Friday, October 7, 2011
Royal Profile: Archduke Karl Stefan of Austria-Hungary
During World War I, after German and Austrian forces drove the Russians out of Poland, the German and Austrian Kaisers agreed to the creation of a new Kingdom of Poland in 1916. There were many Poles in the Austro-Hungarian forces and some independence activists worked with the Germans and Austrians to see this new state created (others opposed both the Russians and the Central Powers). Exactly who would become the new King of Poland was never finally decided. However, one of the leading candidates was Archduke Charles Stephen. According to some reports he was chosen as regent as a prelude to becoming king but others dispute this. The Germans had plans to make independent or semi-independent monarchies in Finland and the Baltic with German royals leading them. There were also reports that Emperor Charles I of Austria-Hungary wanted to be King of Poland in a sort of personal union with the rest of his dominions but the Germans and many Hungarians opposed this measure. There were also disputes over German desires for territory and questions about whether the new state would include ethnically Polish areas of Austria-Hungary.
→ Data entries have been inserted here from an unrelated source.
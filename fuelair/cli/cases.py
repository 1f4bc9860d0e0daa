"""Verbs about what a case is made of: `check`, `new`, `fuels`."""

from __future__ import annotations

import json
from pathlib import Path
from typing import Annotated

import typer
from rich.markup import escape

from fuelair.cli.console import show, terminal
from fuelair.errors import InputError, Problem


def check(
    case: Annotated[Path | None, typer.Argument(metavar="CASE.toml", help="Case file to validate.")] = None,
    schema: Annotated[
        bool, typer.Option("--schema", help="Print the JSON Schema of the case file (for editors) and stop.")
    ] = False,
    result_schema: Annotated[
        bool, typer.Option("--result-schema", help="Print the JSON Schema of what assess --json writes and stop.")
    ] = False,
    study_schema: Annotated[
        str | None,
        typer.Option("--study-schema", metavar="find|best|band", help="The same for find --target, find --most, band."),
    ] = None,
) -> None:
    """Validate a case file without running it, and show every value it resolves to."""
    from fuelair import Case

    if study_schema is not None:
        from fuelair.report.study_schema import named

        print(json.dumps(named(study_schema), indent=2))
        return
    if schema:
        print(json.dumps(Case.json_schema(), indent=2))
        return
    if result_schema:
        from fuelair.report.schema import assessment_schema

        print(json.dumps(assessment_schema(), indent=2))
        return
    if case is None:
        raise InputError(Problem("no case file given", "CASE.toml", hint="fuelair check CASE.toml, or fuelair check --schema"))
    read = Case.read(case)
    print(read.to_toml(), end="")
    terminal(stderr=True).print(f"{escape(str(case))}: good. Defaults stand above as comments.", style="green")


def new(
    name: Annotated[str | None, typer.Argument(metavar="NAME", help="Demo case to start from; none: list them.")] = None,
    to: Annotated[
        Path | None, typer.Option("--to", metavar="FILE", help="File to write; default NAME.toml here; - prints it.")
    ] = None,
    replace: Annotated[bool, typer.Option("--replace", help="Replace the file if it exists.")] = False,
) -> None:
    """Write a commented demo case to start from."""
    from fuelair.case import templates
    from fuelair.report import files

    if name is None:
        for one in templates.names():
            print(one)
        return
    text = templates.template(name)
    if str(to) == "-":
        print(text, end="")
        return
    target = to or Path(f"{name}.toml")
    if target.exists() and not replace:
        raise InputError(Problem("exists already", "--to", str(target), hint="--replace, or another --to FILE"))
    files.write_text(target, text, "--to")
    print(f"Wrote {target}. Next: fuelair assess {target}")


def fuels(
    name: Annotated[
        str | None, typer.Argument(metavar="NAME", help="Show this fuel's card with the source of every value.")
    ] = None,
) -> None:
    """List the fuels, or show one fuel's card."""
    from fuelair.report.fuels import fuel_card, fuel_list

    show(terminal(), fuel_list() if name is None else fuel_card(name))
Despite these difficulties, Archduke Charles Stephen had many factors in his favor that could have made him a successful King of Poland. He lived in the Polish area of Austria-Hungary (Galicia) and spoke Polish fluently. His daughters had married into the Polish aristocracy and his son, Archduke Charles Albert, was very close to the Polish people and, in later years, would join the Polish army and fight to defend the country during World War II. However, some opposed the idea of a Kingdom of Poland altogether, preferring to partition the former Russian territory between Germany and Austria or simply Germany with members of the Bavarian and Saxon Royal Families expressing an interest in claiming the Polish crown. Yet, Archduke Charles Stephen has been most associated with the idea of a Kingdom of Poland during World War I because probably no other candidate was as close to the Polish people as he was. However, very little progress was made and that was painfully slow. A provisional government was established with a ruling council but Germany and Austria-Hungary never agreed on the details of the Kingdom of Poland and the main Polish exile group in France opposed any effort to establish a monarchy allied with the Central Powers.
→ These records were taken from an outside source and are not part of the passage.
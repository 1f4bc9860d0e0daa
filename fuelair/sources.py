"""Citation keys -> full reference and standing."""

from __future__ import annotations

from dataclasses import dataclass
from typing import Literal

Standing = Literal["read", "computed", "from memory", "common practice"]


@dataclass(frozen=True, slots=True)
class Source:
    """One source: key, full reference, how it was used, and whether it was read or remembered."""

    key: str
    reference: str
    standing: Standing


_ALL = (
    Source(
        "cantera-data",
        "Species data nasa_gas.yaml bundled with Cantera (NASA seven-coefficient polynomials, "
        "200 to 6000 K; each entry there names its origin), N2 and O2 from airNASA9.yaml (nine-coefficient); "
        "Cantera, cantera.org",
        "read",
    ),
    Source("iso2533", "ISO 2533:1975, Standard Atmosphere (same dry air as US Standard Atmosphere 1976)", "from memory"),
    Source(
        "wagner1993",
        "W. Wagner, A. Pruss, J. Phys. Chem. Ref. Data 22 (1993) 783: saturation pressure of water; "
        "coefficients from memory, tested against IAPWS-95 and IAPWS-IF97",
        "from memory",
    ),
    Source("iso3046", "ISO 3046-1:2002, reference conditions", "from memory"),
    Source("iso1585", "ISO 1585, reference conditions", "from memory"),
    Source("iacsm28", "IACS UR M28, reference conditions of marine engines", "from memory"),
    Source("freeze1740", "Exhaust composition leaves equilibrium near 1740 K (water-gas ratio 3.5)", "common practice"),
    Source(
        "virial",
        "Second and third virial coefficients of the pure fluids' reference equations of state, evaluated with "
        "CoolProp 8.0.0 and fitted; fluids, references and fit errors in mechanisms/virial/virial.toml",
        "computed",
    ),
    Source(
        "pengrobinson1976",
        "D.-Y. Peng, D. B. Robinson, Ind. Eng. Chem. Fundam. 15 (1976) 59, as implemented in Cantera; critical "
        "constants as carried by the package chemicals 1.5.2",
        "from memory",
    ),
    Source(
        "lemmon2000",
        "E. W. Lemmon, R. T. Jacobsen, S. G. Penoncello, D. G. Friend, J. Phys. Chem. Ref. Data 29 "
        "(2000) 331: thermodynamic properties of air, through CoolProp 8.0.0",
        "computed",
    ),
    Source("szargut", "J. Szargut, exergy reference atmosphere and standard chemical exergies", "from memory"),
    Source("styrylo1964", "J. Szargut, T. Styrylo 1964: chemical exergy of technical fuels", "from memory"),
    Source("ratios", "Usual compression ratios: spark ignition 6 to 14, compression ignition 12 to 24", "common practice"),
    Source(
        "first-law",
        "Blowdown and residual gas by the first law of open systems; Heywood 1988 ch. 5 prints the "
        "same balances for constant specific heats",
        "from memory",
    ),
)

SOURCES: dict[str, Source] = {s.key: s for s in _ALL}


def cite(*keys: str) -> list[Source]:
    """Sources of the given keys, in the given order, without repeats; KeyError if unknown."""
    return [SOURCES[k] for k in dict.fromkeys(keys)]
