"""The command line: verbs, exit codes, printing. The only room that prints.

`app` holds the program, `console` what verbs print with, `options` what several verbs take; every other
module is a verb, or a few that belong together.
"""

from fuelair.cli.app import main

__all__ = ["main"]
Some newspapers of the period spoke of Archduke Charles Stephen as the only serious candidate and that it was only a matter of time before he became King of Poland. However, the German military became increasingly annoyed with the issue and less tolerant of Austrian ideas as the Austro-Hungarian war effort became weaker and weaker. It also did not help that the Archduke’s own in-laws continued to support the cause of Russia or that his son, Archduke Wilhelm, became a champion of the cause of Ukrainian independence as there were long-standing territorial disputes between Poland and the Ukraine. In the end, the efforts came to nothing and would have been in vain in any event as it is unthinkable that the victorious Allies would have allowed a Kingdom of Poland with an Austrian or German monarch to continue to exist.
With Austria-Hungary carved up into successor states and the Hapsburgs sent into exile, Archduke Charles Stephen remained as attached to the Polish people as he always had been. He remained on his home estate, with his wife, in what became the Republic of Poland and he supported the new state even if he did not consider it ideal. He died there in 1933, followed by his wife only a month later.